Data extract:
####
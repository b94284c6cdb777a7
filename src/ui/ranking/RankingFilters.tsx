import { useEffect, useMemo } from "react";
import type { Part } from "../../engine/types.ts";
import { distinctValues, searchText } from "../../state/rankingView.ts";
import { useWorkspace } from "../../state/workspaceStore.ts";
import { setFilter, sortBy } from "../../state/workspaceActions.ts";

/** Pass only, construction, maker and free text; the counts say how much is hidden. */
export function RankingFilters({ parts, shown, total }: { parts: readonly Part[]; shown: number; total: number }) {
  const f = useWorkspace((w) => w.view.rankingFilter);
  const sort = useWorkspace((w) => w.view.rankingSort);
  const makers = useMemo(() => distinctValues(parts, (p) => p.maker), [parts]);
  const materials = useMemo(() => distinctValues(parts, (p) => p.material), [parts]);
  // The search text of 100 000 parts takes ~50 ms to build: do it while idle, not on the first key.
  useEffect(() => {
    const id = setTimeout(() => searchText(parts), 200);
    return () => clearTimeout(id);
  }, [parts]);
  const active = f.passOnly || f.text !== "" || f.maker !== null || f.material !== null;
  return (
    <div className="filters" role="search" aria-label="Filter the ranking">
      <label className="check-field">
        <input type="checkbox" checked={f.passOnly} onChange={(e) => setFilter({ passOnly: e.target.checked })} /> Passing parts only
      </label>
      <ChoiceFilter id="filter-material" label="Construction" value={f.material} choices={materials} onChange={(material) => setFilter({ material })} />
      <ChoiceFilter id="filter-maker" label="Maker" value={f.maker} choices={makers} onChange={(maker) => setFilter({ maker })} />
      <div className="field">
        <label htmlFor="filter-text">Search</label>
        <input id="filter-text" type="search" value={f.text} placeholder="part number, series…" onChange={(e) => setFilter({ text: e.target.value })} />
      </div>
      <span className="muted" role="status">
        Showing {shown.toLocaleString("en")} of {total.toLocaleString("en")}
      </span>
      {active && (
        <button type="button" onClick={() => setFilter({ passOnly: false, text: "", maker: null, material: null })}>
          Clear filters
        </button>
      )}
      {sort !== null && (
        <button type="button" onClick={() => sortBy(null)}>
          Back to rank order
        </button>
      )}
    </div>
  );
}

/** A select of the values a column takes, "All" meaning no filter (null). */
function ChoiceFilter({ id, label, value, choices, onChange }: { id: string; label: string; value: string | null; choices: readonly string[]; onChange: (value: string | null) => void }) {
  return (
    <div className="field">
      <label htmlFor={id}>{label}</label>
      <select id={id} value={value ?? ""} onChange={(e) => onChange(e.target.value === "" ? null : e.target.value)}>
        <option value="">All</option>
        {choices.map((m) => (
          <option key={m} value={m}>
            {m}
          </option>
        ))}
      </select>
    </div>
  );
}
####
Set down every record once more, exactly as written.

repository b94284c6cdb777a7
filename src/ui/ranking/RankingFilters.tsx
import { useEffect, useMemo } from "react";
import type { Part } from "../../engine/types.ts";
import { distinctValues, searchText } from "../../state/rankingView.ts";
import { useWorkspace } from "../../state/workspaceStore.ts";
import { setFilter, sortBy } from "../../state/workspaceActions.ts";

/** Pass only, construction, maker and free text; the counts say how much is hidden. */
export function RankingFilters({ parts, shown, total }: { parts: readonly Part[]; shown: number; total: number }) {
  const f = useWorkspace((w) => w.view.rankingFilter);
  const sort = useWorkspace((w) => w.view.rankingSort);
  const makers = useMemo(() => distinctValues(parts, (p) => p.maker), [parts]);
  const materials = useMemo(() => distinctValues(parts, (p) => p.material), [parts]);
  // The search text of 100 000 parts takes ~50 ms to build: do it while idle, not on the first key.
  useEffect(() => {
    const id = setTimeout(() => searchText(parts), 200);
    return () => clearTimeout(id);
  }, [parts]);
  const active = f.passOnly || f.text !== "" || f.maker !== null || f.material !== null;
  return (
    <div className="filters" role="search" aria-label="Filter the ranking">
      <label className="check-field">
        <input type="checkbox" checked={f.passOnly} onChange={(e) => setFilter({ passOnly: e.target.checked })} /> Passing parts only
      </label>
      <ChoiceFilter id="filter-material" label="Construction" value={f.material} choices={materials} onChange={(material) => setFilter({ material })} />
      <ChoiceFilter id="filter-maker" label="Maker" value={f.maker} choices={makers} onChange={(maker) => setFilter({ maker })} />
      <div className="field">
        <label htmlFor="filter-text">Search</label>
        <input id="filter-text" type="search" value={f.text} placeholder="part number, series…" onChange={(e) => setFilter({ text: e.target.value })} />
      </div>
      <span className="muted" role="status">
        Showing {shown.toLocaleString("en")} of {total.toLocaleString("en")}
      </span>
      {active && (
        <button type="button" onClick={() => setFilter({ passOnly: false, text: "", maker: null, material: null })}>
          Clear filters
        </button>
      )}
      {sort !== null && (
        <button type="button" onClick={() => sortBy(null)}>
          Back to rank order
        </button>
      )}
    </div>
  );
}

/** A select of the values a column takes, "All" meaning no filter (null). */
function ChoiceFilter({ id, label, value, choices, onChange }: { id: string; label: string; value: string | null; choices: readonly string[]; onChange: (value: string | null) => void }) {
  return (
    <div className="field">
      <label htmlFor={id}>{label}</label>
      <select id={id} value={value ?? ""} onChange={(e) => onChange(e.target.value === "" ? null : e.target.value)}>
        <option value="">All</option>
        {choices.map((m) => (
          <option key={m} value={m}>
            {m}
          </option>
        ))}
      </select>
    </div>
  );
}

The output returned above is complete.